Ms. Lesnik in her story in the referenced edition of the Times-Gazette (Wednesday, Nov. 25), states that the first Thanksgiving took place in Massachusetts in 1621. Wrong!

 

Below is a brief summary of the facts to state the historical truth that the first Thanksgiving took place in Virginia in 1619.

 

Thank you for letting me present this information.

 

The first Thanksgiving was held in Virginia in 1619, two years before the pilgrims' Thanksgiving observance in Massachusetts. Facts are facts. see the following brief history. You can go on-line for more information.

It took a Massachusetts-born U.S. President — John F. Kennedy — to recognize that colonial Virginia had a day of Thanksgiving.

Kennedy pronounced in his official Thanksgiving Proclamation of 1963: “Over three centuries ago, our forefathers in Virginia and in Massachusetts, far from home in a lonely wilderness, set aside a time of thanksgiving. On the appointed day, they gave reverent thanks for their safety, for the health of their children, for the fertility of their fields, for the love which bound them together and for the faith which united them with their God.”

For more than a century, the three-day harvest festival among the Pilgrims and Wampanoag tribesmen, likely between September and mid-November 1621 in colonial Massachusetts, had been recognized as the nation’s first Thanksgiving.

However, in the decade prior to Kennedy’s 1963 proclamation, Virginians loudly declared that the first Thanksgiving in the New World was on the shores of the James River in 1619 and not in Massachusetts in 1621 near Plymouth Rock. But no one listened.
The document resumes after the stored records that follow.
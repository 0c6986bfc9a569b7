/**
 * Pieces shared by the ensemble model-file codecs: tree lists, importance tables and curves.
 */
import { errors } from '../../errors.js';
import type { ColumnSchema } from '../../table/frame.js';
import type { FlatTree } from '../flat-tree.js';
import type { ModelHeader } from '../model.js';
import { decodeFlatTree, encodeFlatTree } from '../tree/flat-tree-json.js';
import { decodeNumber, encodeNumber, readArray, readObject, readString, type JsonValue } from '../tree/json-values.js';
import type { ImpurityImportanceRow } from './importance.js';

/** Outputs each tree of a model must have: K for class-probability trees, 1 for value trees. */
export function classOutputs(header: ModelHeader): number {
  return header.target.kind === 'class' ? Math.max(1, header.target.classes?.length ?? 0) : 1;
}

export function encodeTrees(trees: readonly FlatTree[]): JsonValue[] {
  return trees.map(encodeFlatTree);
}

/** Read a tree list, checking each tree's outputs. */
export function decodeTrees(v: unknown, path: string, features: readonly ColumnSchema[], nOutputs: number): FlatTree[] {
  return readArray(v, path).map((t, i) => {
    const tree = decodeFlatTree(t, `${path}[${i}]`, features);
    if (tree.nOutputs !== nOutputs) throw errors.badModel(`${path}[${i}].nOutputs should be ${nOutputs}`);
    return tree;
  });
}

export function encodeImportance(rows: readonly ImpurityImportanceRow[]): JsonValue[] {
  return rows.map((r) => ({ feature: r.feature, value: encodeNumber(r.value) }));
}

export function decodeImportance(v: unknown, path: string): ImpurityImportanceRow[] {
  return readArray(v, path).map((x, i) => {
    const o = readObject(x, `${path}[${i}]`);
    return { feature: readString(o.feature, `${path}[${i}].feature`), value: decodeNumber(o.value, `${path}[${i}].value`) };
  });
}

/** A list of numbers (non-finite allowed, tagged). */
export function encodeNumbers(a: readonly number[]): JsonValue[] {
  return a.map(encodeNumber);
}

export function decodeNumbers(v: unknown, path: string): number[] {
  return readArray(v, path).map((x, i) => decodeNumber(x, `${path}[${i}]`));
}
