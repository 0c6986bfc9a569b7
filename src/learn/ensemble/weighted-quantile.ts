/**
 * Weighted quantiles: the smallest value v with (weight of values <= v) >= tau · (total weight) — the
 * lower weighted quantile, which minimises the weighted pinball loss (Koenker & Bassett 1978,
 * "Regression quantiles", Econometrica 46(1):33–50). tau = 0.5 gives the lower weighted median.
 * With unit weights (the common case) it is an order statistic, found by selection (select-kth.ts).
 */
import { selectKth } from './select-kth.js';

/**
 * Weighted tau-quantile of `values[rows[start..end)]` with weights `weights[rows[...]]`; rows of weight 0
 * are ignored. Returns NaN when no row has positive weight. `rows` is not modified.
 * @example
 * weightedQuantile(new Float64Array([3, 1, 2]), new Float64Array([1, 1, 1]), Int32Array.of(0, 1, 2), 0, 3, 0.5); // 2
 */
export function weightedQuantile(
  values: Float64Array, weights: Float64Array, rows: Int32Array, start: number, end: number, tau: number,
): number {
  const m = end - start;
  const fast = unitQuantile(values, weights, rows, start, end, tau);
  if (fast !== null) return fast;
  const pick: number[] = [];
  let total = 0;
  for (let j = 0; j < m; j++) {
    const i = rows[start + j];
    if (weights[i] > 0) { pick.push(i); total += weights[i]; }
  }
  if (pick.length === 0) return NaN;
  pick.sort((a, b) => values[a] - values[b] || a - b);
  const goal = tau * total;
  let acc = 0;
  for (const i of pick) {
    acc += weights[i];
    if (acc >= goal * (1 - 1e-12)) return values[i];
  }
  return values[pick[pick.length - 1]];
}

let scratch = new Float64Array(0);

/**
 * When every row has weight 0 or 1, the rule above picks the j-th smallest value of the c rows of weight
 * 1, j = max(1, ⌈τ·c·(1 − 1e−12)⌉) capped at c (the running weight is then an exact count): an order
 * statistic, found by selection instead of a sort. Returns null when some weight is not 0 or 1, or no
 * row has weight 1 (the general path handles both).
 */
function unitQuantile(values: Float64Array, weights: Float64Array, rows: Int32Array, start: number, end: number, tau: number): number | null {
  if (scratch.length < end - start) scratch = new Float64Array(end - start);
  let c = 0;
  for (let j = start; j < end; j++) {
    const i = rows[j], wi = weights[i];
    if (wi === 1) scratch[c++] = values[i];
    else if (wi !== 0) return null;
  }
  if (c === 0) return null;
  const k = Math.min(c, Math.max(1, Math.ceil(tau * c * (1 - 1e-12))));
  return selectKth(scratch, c, k);
}

/** All rows 0..n-1, for a quantile over a whole array. */
export function allRows(n: number): Int32Array {
  const rows = new Int32Array(n);
  for (let i = 0; i < n; i++) rows[i] = i;
  return rows;
}
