/**
 * Gradient boosting of trees for any differentiable loss (Friedman, J. (2001) "Greedy function
 * approximation: a gradient boosting machine", Annals of Statistics 29(5):1189–1232, Algorithm 1 with the
 * TreeBoost leaf values of §4): F_0 = the constant loss minimiser; each round takes the pseudo-residuals,
 * fits a least-squares tree to them, replaces its leaf values by the loss's leaf rule, and adds the tree
 * times the step η_m. Optional row subsampling per round (Friedman, J. (2002) "Stochastic gradient
 * boosting", CSDA 38(4):367–378), Newton trees (newton-response.ts) and early stopping on a watched set.
 * The round loop itself is in boost-rounds.ts.
 */
import { errors } from '../../errors.js';
import type { Dataset } from '../../table/frame.js';
import { resolveBoostingOptions, type BoostingOptions } from './boosting-options.js';
import { runBoostingRounds } from './boost-rounds.js';
import { ensembleHeader } from './header.js';
import { impurityImportance } from './importance.js';
import { pickLoss } from './loss/pick.js';
import type { BoostingModel } from './models.js';
import { memberTreeRecord } from './options.js';
import { applyClassWeights, prepareData } from './prepare.js';
import { watchSetOf } from './watch-set.js';

export type { BoostingOptions } from './boosting-options.js';

/**
 * Fit a gradient-boosted tree model.
 * @example
 * const gb = fitBoosting(train, { loss: 'huber', rounds: 300, learningRate: 0.05, watch: holdout, patience: 20 });
 * gb.bestRound;        // round with the lowest watched loss
 * gb.watchLoss;        // for a learning curve
 * fitBoosting(train, { rounds: 500, onRound: (p) => console.log(`${p.round}/${p.total}: ${p.trainLoss}`) });
 */
export function fitBoosting(data: Dataset, options: BoostingOptions = {}): BoostingModel {
  const s = resolveBoostingOptions(options, data.target);
  const prep = prepareData(data, 'fit a boosted model');
  const target = prep.data.target;
  const loss = pickLoss(s.loss, target, { huberQuantile: s.huberQuantile, quantileLevel: s.quantileLevel });
  const n = prep.n, K = loss.nOutputs;
  const y = target.kind === 'class' ? Float64Array.from(target.codes) : target.values;
  if (s.loss === 'poisson') for (let i = 0; i < n; i++) if (y[i] < 0) throw errors.badValue(target.name, i, y[i], 'a count >= 0 for the poisson loss');
  const w = applyClassWeights(prep, options.classWeights);
  const frame = prep.data.features;
  const watch = options.watch ? watchSetOf(options.watch, frame.schema.columns, target) : null;
  const initial = loss.initial(y, w);
  const run = runBoostingRounds({ loss, y, w, frame, watch, initial, settings: s });

  const roundsKept = s.patience === Infinity ? run.steps.length : run.best;
  const kept = run.trees.slice(0, roundsKept * K);
  const record: Record<string, unknown> = {
    loss: s.loss, rounds: s.rounds, learningRate: s.learningRate, stepDecay: s.stepDecay, rowFraction: s.rowFraction,
    patience: s.patience, huberQuantile: s.huberQuantile, quantileLevel: s.quantileLevel, ...memberTreeRecord(s.tree),
  };
  if (s.newtonTrees) record.newtonTrees = true;
  if (options.classWeights) record.classWeights = { ...options.classWeights };
  return {
    ...ensembleHeader('boosting', prep.data, record, s.seed),
    kind: 'boosting', loss: s.loss, nOutputs: K, initial: Array.from(initial), trees: kept,
    steps: run.steps.slice(0, roundsKept), trainLoss: run.trainLoss, watchLoss: run.watchLoss, bestRound: run.best, roundsKept,
    importance: impurityImportance(kept, frame.schema.columns),
  };
}
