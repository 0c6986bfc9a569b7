/**
 * Bagging of any learner given as a fit/predict pair (Breiman, L. (1996) "Bagging predictors", Machine
 * Learning 24:123–140). Member t is fitted on the rows of bootstrap sample t (drawn from
 * `derive(seed, t, 0)`), each with weight count × sample weight — so the learner must honour weights.
 * Members are combined by mean (numbers), mean probabilities ('average') or majority vote ('vote').
 */
import type { Dataset, Frame } from '../../table/frame.js';
import { takeDataset, takeRows } from '../../table/dataset.js';
import { derive } from '../../util/rng.js';
import type { Predictions } from '../model.js';
import { drawBootstrapCounts } from './bootstrap.js';
import { OobTally, type OobPoint } from './oob.js';
import { checkKnown, oneOf, wholeNumber } from './options.js';
import { prepareData } from './prepare.js';
import { argmaxAt } from './tree-sum.js';

/** A learner as a pair of functions. */
export interface Learner<M> {
  /** Fit on a dataset (weights = bootstrap counts × sample weights). */
  fit(data: Dataset): M;
  /** Predict a frame with a fitted model. */
  predict(model: M, frame: Frame): Predictions;
}

export interface BagLearnerOptions {
  /** Number of members. __Default:__ 25. */
  readonly size?: number;
  /** Seed of the bootstrap samples. __Default:__ 0. */
  readonly seed?: number;
  /** Classes: mean probabilities or majority vote. __Default:__ 'average'. */
  readonly combine?: 'average' | 'vote';
}

/** Bagged members of any learner, with their out-of-bag curve and a combined predictor. */
export interface BaggedLearner<M> {
  readonly members: readonly M[];
  readonly oobCurve: readonly OobPoint[];
  readonly combine: 'average' | 'vote';
  predict(frame: Frame): Predictions;
}

/**
 * Bag `learner` on `data`.
 * @example
 * const bag = bagLearner(data, { fit: (d) => fitTree(d, { depthLimit: 4 }), predict: predictTree }, { size: 30 });
 * bag.predict(testFrame).value;
 */
export function bagLearner<M>(data: Dataset, learner: Learner<M>, options: BagLearnerOptions = {}): BaggedLearner<M> {
  checkKnown(options, ['size', 'seed', 'combine']);
  const size = wholeNumber('size', options.size ?? 25, 1);
  const seed = wholeNumber('seed', options.seed ?? 0, -(2 ** 31));
  const combine = oneOf('combine', options.combine ?? 'average', ['average', 'vote']);
  const prep = prepareData(data, 'bag a learner');
  const t = prep.data.target;
  const oob = new OobTally(prep.n, prep.nClasses, t.kind === 'class' ? t.codes : t.values, prep.weights, combine === 'vote');
  const members: M[] = [];
  for (let m = 0; m < size; m++) {
    const counts = drawBootstrapCounts(prep.n, derive(seed, m, 0));
    const rows: number[] = [], out: number[] = [];
    for (let i = 0; i < prep.n; i++) (counts[i] > 0 ? rows : out).push(i);
    const inBag = takeDataset(prep.data, rows);
    const w = new Float64Array(rows.length);
    rows.forEach((r, j) => { w[j] = counts[r] * prep.weights[r]; });
    const model = learner.fit({ ...inBag, weights: w });
    members.push(model);
    const pred = new Float64Array(prep.n), proba = new Float64Array(prep.n * prep.nClasses);
    if (out.length > 0) {
      const p = learner.predict(model, takeRows(prep.data.features, out));
      out.forEach((r, j) => {
        pred[r] = p.value[j];
        for (let k = 0; k < prep.nClasses; k++) proba[r * prep.nClasses + k] = p.proba[j * prep.nClasses + k];
      });
    }
    oob.addPredictions(pred, prep.nClasses > 0 ? proba : null, counts);
  }
  return {
    members,
    oobCurve: oob.curve,
    combine,
    predict: (frame) => combineMembers(members.map((mm) => learner.predict(mm, frame)), combine, frame.nRows),
  };
}

function combineMembers(preds: readonly Predictions[], combine: 'average' | 'vote', n: number): Predictions {
  const first = preds[0];
  const m = preds.length;
  if (first.task === 'regression') {
    const value = new Float64Array(n);
    for (const p of preds) for (let i = 0; i < n; i++) value[i] += p.value[i];
    for (let i = 0; i < n; i++) value[i] /= m;
    return { task: 'regression', n, value, proba: new Float64Array(0), classes: [] };
  }
  const K = first.classes.length;
  const proba = new Float64Array(n * K);
  for (const p of preds) {
    if (combine === 'vote') for (let i = 0; i < n; i++) proba[i * K + p.value[i]] += 1;
    else for (let j = 0; j < n * K; j++) proba[j] += p.proba[j];
  }
  for (let j = 0; j < n * K; j++) proba[j] /= m;
  const value = new Float64Array(n);
  for (let i = 0; i < n; i++) value[i] = argmaxAt(proba, i * K, K);
  return { task: 'classification', n, value, proba, classes: first.classes };
}
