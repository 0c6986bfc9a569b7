/**
 * Newton trees for boosting: instead of fitting each tree to the pseudo-residuals −g by least squares,
 * fit it to the Newton working response z = −g/h with weights w·h (h the second derivative of the loss).
 * The weighted variance reduction of z is then (Σ_L w·(−g))²/Σ_L w·h + (same for R) − (same for the
 * node), the second-order gain of the loss, and each leaf's weighted mean of z is the Newton step
 * Σ w·(−g)/Σ w·h. This is the working-response fit of LogitBoost (Friedman, Hastie & Tibshirani (2000)
 * "Additive logistic regression: a statistical view of boosting", Annals of Statistics 28(2):337–407,
 * Algorithm 3), used here for every loss with a positive second derivative.
 *
 * h is floored at `curvatureFloor` for the tree fit only (the leaf values still use the exact h): rows the
 * model already gets nearly certain would otherwise carry z of order 1/h and swamp the node sums
 * (common practice).
 */

/** Smallest second derivative used for the tree fit. */
export const curvatureFloor = 1e-6;

/**
 * z_i = num_i / max(h_i, floor) and v_i = w_i · max(h_i, floor) for rows with w_i > 0; z_i = v_i = 0
 * for the others. `num` is −g (the pseudo-residual), `den` is h.
 * @example
 * newtonResponse(r, h, w, z, v); // grow the tree on (z, weights v)
 */
export function newtonResponse(
  num: Float64Array, den: Float64Array, w: Float64Array, z: Float64Array, v: Float64Array,
): void {
  for (let i = 0; i < num.length; i++) {
    const wi = w[i];
    if (!(wi > 0)) { z[i] = 0; v[i] = 0; continue; }
    const h = den[i] > curvatureFloor ? den[i] : curvatureFloor;
    z[i] = num[i] / h;
    v[i] = wi * h;
  }
}
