/**
 * How many threads a bagged-tree fit uses when the caller does not say: one for small fits (starting a
 * worker thread and handing it the data costs more than it saves), else two or the number of cores if
 * fewer. Worker threads never change a model: each member depends only on (seed, index).
 */
import { availableParallelism } from 'node:os';
import { wholeNumber } from './options.js';

/** Rows × trees below which a fit stays in the calling thread (common practice: a few seconds of work). */
export const parallelThreshold = 2_000_000;

/**
 * The `workers` option of a fit of `size` trees on `n` rows, checked, or its default.
 * @example
 * treeWorkers(undefined, 100_000, 500); // 2 on a machine with two or more cores
 * treeWorkers(undefined, 1_000, 50);    // 1
 */
export function treeWorkers(given: unknown, n: number, size: number): number {
  if (given !== undefined) return wholeNumber('workers', given, 1);
  return n * size < parallelThreshold ? 1 : Math.max(1, Math.min(2, availableParallelism()));
}
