/**
 * Stacking (Wolpert, D. (1992) "Stacked generalization", Neural Networks 5:241–259; Breiman, L. (1996)
 * "Stacked regressions", Machine Learning 24:49–64): each member's k-fold out-of-fold predictions become
 * the inputs of a combiner — multinomial logistic regression with a small ridge for classes, ridge least
 * squares for numbers (optionally with numeric features passed through). The members are then refitted on
 * every row; prediction feeds their outputs to the combiner.
 */
import { errors } from '../../errors.js';
import { takeDataset, takeRows } from '../../table/dataset.js';
import type { Dataset } from '../../table/frame.js';
import { createRng } from '../../util/rng.js';
import type { ModelHeader } from '../model.js';
import { predictFrame } from '../predict.js';
import { assignFolds } from './folds.js';
import { ensembleHeader } from './header.js';
import { fitLogisticCombiner } from './logistic-combiner.js';
import type { StackModel } from './models.js';
import { checkKnown, numberIn, wholeNumber } from './options.js';
import { prepareData } from './prepare.js';
import { fitRidgeCombiner } from './ridge-combiner.js';
import { memberWidth, writeMemberColumns, writePassThrough } from './stack-inputs.js';

/** A member learner: a name and a function fitting any coppice model. */
export interface StackLearner {
  readonly name: string;
  fit(data: Dataset): ModelHeader;
}

export interface StackOptions {
  /** Folds for the out-of-fold predictions (stratified for classes). __Default:__ 5. */
  readonly folds?: number;
  /** Seed of the fold assignment. __Default:__ 0. */
  readonly seed?: number;
  /** Numeric features given to the combiner as they are. __Default:__ [] (none). */
  readonly passThrough?: readonly string[];
  /** Ridge penalty of the combiner (on standardised inputs). __Default:__ 1e-3. */
  readonly ridge?: number;
}

/**
 * Fit a stack of `learners` on `data`.
 * @example
 * const stack = fitStack(data, [
 *   { name: 'forest', fit: (d) => fitForest(d, { size: 100 }) },
 *   { name: 'boosted', fit: (d) => fitBoosting(d, { rounds: 200 }) },
 * ], { folds: 5 });
 * predictFrame(stack, testFrame);
 */
export function fitStack(data: Dataset, learners: readonly StackLearner[], options: StackOptions = {}): StackModel {
  checkKnown(options, ['folds', 'seed', 'passThrough', 'ridge']);
  if (learners.length === 0) throw errors.badOption('learners', [], 'at least one learner');
  const names = learners.map((l) => l.name);
  if (new Set(names).size !== names.length) throw errors.badOption('learners', names, 'distinct names');
  const k = wholeNumber('folds', options.folds ?? 5, 2);
  const seed = wholeNumber('seed', options.seed ?? 0, -(2 ** 31));
  const ridge = numberIn('ridge', options.ridge ?? 1e-3, 0, Number.MAX_VALUE);
  const passThrough = [...(options.passThrough ?? [])];
  const prep = prepareData(data, 'fit a stack');
  const t = prep.data.target, n = prep.n;
  const K = t.kind === 'class' ? t.classes.length : 0;
  const width = K > 0 ? K : 1;
  const p = learners.length * width + passThrough.length;
  const X = new Float64Array(n * p);
  const fold = assignFolds(n, k, createRng(seed), t.kind === 'class' ? t.codes : null);
  for (let f = 0; f < k; f++) {
    const test: number[] = [], train: number[] = [];
    for (let i = 0; i < n; i++) (fold[i] === f ? test : train).push(i);
    const trainData = takeDataset(prep.data, train), testFrame = takeRows(prep.data.features, test);
    learners.forEach((l, j) => {
      const pred = predictFrame(l.fit(trainData), testFrame);
      if (memberWidth(pred) !== width) throw errors.badOption('learners', l.name, `a learner for this ${t.kind} target`);
      writeMemberColumns(X, p, j * width, pred, width, test);
    });
  }
  writePassThrough(X, p, learners.length * width, prep.data.features, passThrough);
  const memberScores = learners.map((l, j) => ({ name: l.name, score: outOfFoldScore(X, p, j * width, width, prep) }));
  const combiner = t.kind === 'class'
    ? fitLogisticCombiner(X, n, p, t.codes, K, prep.weights, ridge)
    : fitRidgeCombiner(X, n, p, t.values, prep.weights, ridge);
  const members = learners.map((l) => ({ name: l.name, model: l.fit(prep.data) }));
  return {
    ...ensembleHeader('stack', prep.data, { folds: k, passThrough, ridge, learners: names }, seed),
    kind: 'stack', members, combiner, passThrough, folds: k, memberScores,
  };
}

function outOfFoldScore(X: Float64Array, p: number, col: number, width: number, prep: ReturnType<typeof prepareData>): number {
  const t = prep.data.target, w = prep.weights;
  let s = 0, sw = 0;
  for (let i = 0; i < prep.n; i++) {
    sw += w[i];
    if (t.kind === 'number') { s += w[i] * (X[i * p + col] - t.values[i]) ** 2; continue; }
    let best = 0;
    for (let c = 1; c < width; c++) if (X[i * p + col + c] > X[i * p + col + best]) best = c;
    if (best === t.codes[i]) s += w[i];
  }
  return s / sw;
}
Descendants of those Virginia settlers who arrived at what is now Berkeley Plantation in Charles City County aboard the “good ship Margaret” claimed documentation proved “America’s first official Thanksgiving” in Virginia was nearly two years before Massachusetts’ harvest celebration.

On instructions from The London Co., when the settlers landed at Berkeley Hundred, ship Capt. John Woodlief, in a solemn religious observance, prayed: “

We ordaine that this day of our ships arrival, at the place assigned for plantacon, in the land of Virginia, shall be yearly and perpetually kept holy as a day of Thanksgiving for Almighty God.”

The documentation was found among the Nibley Papers, a collection of papers and documents compiled by John Smyth, of Nibley, England, on the settlement of Virginia from 1613 to 1674. These papers were rediscovered in the New York Public Library in 1931 by Lyon G. Tyler, retired president of the College of William & Mary.